Collection entries
package fading

import (
	"math"

	"gonum.org/v1/gonum/stat/distuv"
)

// The estimators (mean and ratio with their standard errors, level
// crossings) and the theoretical values the Check lines are measured
// against (Jakes LCR/AFD, Gamma CDF and dB moments, Rician K).

// meanSE returns the mean of x and its standard error sd/√n.
func meanSE(x []float64) (mean, se float64) {
	n := float64(len(x))
	for _, v := range x {
		mean += v
	}
	mean /= n
	ss := 0.0
	for _, v := range x {
		ss += (v - mean) * (v - mean)
	}
	if len(x) > 1 {
		se = math.Sqrt(ss / (n - 1) / n)
	}
	return mean, se
}

// ratioSE returns Σa/Σb and its standard error by the delta method over the
// per-link pairs (a_i, b_i).
func ratioSE(a, b []float64) (ratio, se float64) {
	var sa, sb float64
	for i := range a {
		sa += a[i]
		sb += b[i]
	}
	if sb == 0 {
		return math.NaN(), math.NaN()
	}
	ratio = sa / sb
	n := float64(len(a))
	mb := sb / n
	ss := 0.0
	for i := range a {
		d := a[i] - ratio*b[i]
		ss += d * d
	}
	if n > 1 {
		se = math.Sqrt(ss/(n-1)/n) / mb
	}
	return ratio, se
}

// lcrTheory returns N_R/f_D and f_D·AFD for threshold rho (linear, rms 1).
func lcrTheory(rho float64) (lcr, afd float64) {
	s := math.Sqrt(2 * math.Pi)
	return s * rho * math.Exp(-rho*rho), (math.Exp(rho*rho) - 1) / (rho * s)
}

// crossings returns the number of down-crossings of level th by pw and the
// number of samples below it.
func crossings(pw []float64, th float64) (down, below float64) {
	nd, nb := 0, 0
	prevAbove := pw[0] >= th
	for _, v := range pw {
		above := v >= th
		if !above {
			nb++
			if prevAbove {
				nd++
			}
		}
		prevAbove = above
	}
	return float64(nd), float64(nb)
}

// gammaCDF is the Gamma(L, 1) CDF (gonum distuv).
func gammaCDF(L int, x float64) float64 {
	return distuv.Gamma{Alpha: float64(L), Beta: 1}.CDF(x)
}

// powerDBTheory returns the mean and standard deviation in dB of
// 10 log10(G/L) for G ~ Gamma(L, 1): (10/ln 10)(ψ(L) − ln L) and
// (10/ln 10)√ψ'(L), with ψ(L) = −γ + Σ_{k<L} 1/k and ψ'(L) = π²/6 − Σ_{k<L} 1/k².
func powerDBTheory(L int) (mean, std float64) {
	psi, tri := -0.57721566490153286, math.Pi*math.Pi/6
	for k := 1; k < L; k++ {
		psi += 1 / float64(k)
		tri -= 1 / float64(k*k)
	}
	c := 10 / math.Ln10
	return c * (psi - math.Log(float64(L))), c * math.Sqrt(tri)
}

// ricianKFromMoments is the moment-based K estimate from the mean ga and
// variance gv of the power |h|².
func ricianKFromMoments(ga, gv float64) float64 {
	d := ga*ga - gv
	if d <= 0 {
		return 0
	}
	sd := math.Sqrt(d)
	return sd / (ga - sd)
}
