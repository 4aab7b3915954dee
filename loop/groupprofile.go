package loop

import (
	"math"

	"github.com/fadeloop/fadeloop/fading"
)

// GroupFingers is what the receiver makes of one group's tap-delay profile
// (see Receiver.RakeFingers and fading.ResolveFingers).
type GroupFingers struct {
	Group           int     `json:"group"`             // group index
	Taps            int     `json:"taps"`              // taps of the group's profile
	ResolvablePaths int     `json:"resolvable_paths"`  // paths separable at chip_rate_hz (taps less than one chip after a finger's first tap merge)
	Fingers         int     `json:"fingers"`           // fingers the simulated receiver combines: resolvable paths up to max_fingers, or every tap with RAKE_FINGERS_IDEAL_EVERY_TAP
	CapturedPowerDB float64 `json:"captured_power_db"` // mean power of the combined fingers over the profile's total, dB, <= 0 (below 0 when max_fingers drops paths)
	FirstFingerKDB  float64 `json:"first_finger_k_db"` // Rician K of the first finger in dB when the group has LOS (merged taps lower it), else 0
}

// groupFingerSet resolves group g of a normalised, valid scenario: the
// built-in profile by name, else custom_taps, then, unless the receiver is
// RAKE_FINGERS_IDEAL_EVERY_TAP, fading.ResolveFingers at the receiver's
// chip rate with max_fingers. With the ideal receiver the profile is
// returned as is (every tap a finger, the group's K on the first tap, all
// power captured). On an invalid scenario it returns the unmerged profile
// (possibly empty) and never panics.
func groupFingerSet(sc Scenario, g int) fading.FingerSet {
	grp := sc.Groups[g]
	var p fading.Profile
	if grp.Profile != "" {
		p, _ = fading.BuiltinProfile(grp.Profile)
	} else {
		p.Name = "custom"
		for _, t := range grp.CustomTaps {
			p.Taps = append(p.Taps, fading.Tap{DelayNs: t.DelayNs, PowerDB: t.PowerDB})
		}
	}
	return FingerSetFor(p, sc.Receiver, grp.LOS, grp.RicianKDB)
}

// FingerSetFor is the one place a tap-delay profile p becomes the RAKE
// fingers of receiver r (single-cell engine and loop/multicell): unless r
// is RAKE_FINGERS_IDEAL_EVERY_TAP, fading.ResolveFingers at r.ChipRateHz
// with r.MaxFingers; with the ideal receiver p as is (every tap a finger,
// kDB on the first tap when los, all power captured). On an invalid input
// it returns p unmerged and never panics.
func FingerSetFor(p fading.Profile, r Receiver, los bool, kDB float64) fading.FingerSet {
	ideal := fading.FingerSet{Profile: p, Resolvable: len(p.Taps), CapturedFraction: 1}
	if los {
		ideal.RicianKDB = kDB
	}
	fs, err := fading.ResolveFingers(p, r.ChipRateHz, r.MaxFingers, los, kDB)
	if err != nil {
		return ideal
	}
	if r.RakeFingers == RakeFingersIdealEveryTap {
		ideal.Resolvable = fs.Resolvable
		return ideal
	}
	return fs
}

// groupProfile returns the tap-delay profile the engine simulates for group
// g: one tap per RAKE finger (groupFingerSet). Its powers are relative to
// the whole profile; fading.NewChannel renormalises them to unit total, so
// the energy of dropped fingers is applied separately (groupCapturedLin).
func groupProfile(sc Scenario, g int) fading.Profile {
	return groupFingerSet(sc, g).Profile
}

// groupRicianKDB is the K factor in dB of the first finger of group g (the
// group's rician_k_db lowered by the diffuse power of taps merged with the
// LOS tap); meaningful only when the group has LOS.
func groupRicianKDB(sc Scenario, g int) float64 {
	if !sc.Groups[g].LOS {
		return sc.Groups[g].RicianKDB
	}
	return groupFingerSet(sc, g).RicianKDB
}

// groupCapturedLin is the share (0, 1] of the profile's mean power that the
// combined fingers of group g collect; the engine multiplies the user's
// mean channel gain by it.
func groupCapturedLin(sc Scenario, g int) float64 {
	grp := sc.Groups[g]
	if sc.Receiver.RakeFingers == RakeFingersIdealEveryTap ||
		(grp.Profile == "" && len(grp.CustomTaps) <= sc.Receiver.MaxFingers) {
		return 1 // every path kept: no need to resolve (called once per user)
	}
	c := groupFingerSet(sc, g).CapturedFraction
	if !(c > 0) || c > 1 {
		return 1
	}
	return c
}

// groupFingers summarises every group's fingers for the Report.
func groupFingers(sc Scenario) []GroupFingers {
	out := make([]GroupFingers, len(sc.Groups))
	for g := range sc.Groups {
		fs := groupFingerSet(sc, g)
		taps := len(sc.Groups[g].CustomTaps)
		if sc.Groups[g].Profile != "" {
			if p, err := fading.BuiltinProfile(sc.Groups[g].Profile); err == nil {
				taps = len(p.Taps)
			}
		}
		out[g] = GroupFingers{Group: g, Taps: taps, ResolvablePaths: fs.Resolvable, Fingers: len(fs.Profile.Taps),
			CapturedPowerDB: 10 * math.Log10(groupCapturedLin(sc, g))}
		if sc.Groups[g].LOS {
			out[g].FirstFingerKDB = fs.RicianKDB
		}
	}
	return out
}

TASK PROMPT
In the entries above, restate word for word the lines between the one holding "multiplies the user's" and the one holding "len(grp.CustomTaps) <= sc.Receiver.MaxFingers)", inclusive, and nothing besides.

EXERCISE ANSWER
// combined fingers of group g collect; the engine multiplies the user's
// mean channel gain by it.
func groupCapturedLin(sc Scenario, g int) float64 {
	grp := sc.Groups[g]
	if sc.Receiver.RakeFingers == RakeFingersIdealEveryTap ||
		(grp.Profile == "" && len(grp.CustomTaps) <= sc.Receiver.MaxFingers) {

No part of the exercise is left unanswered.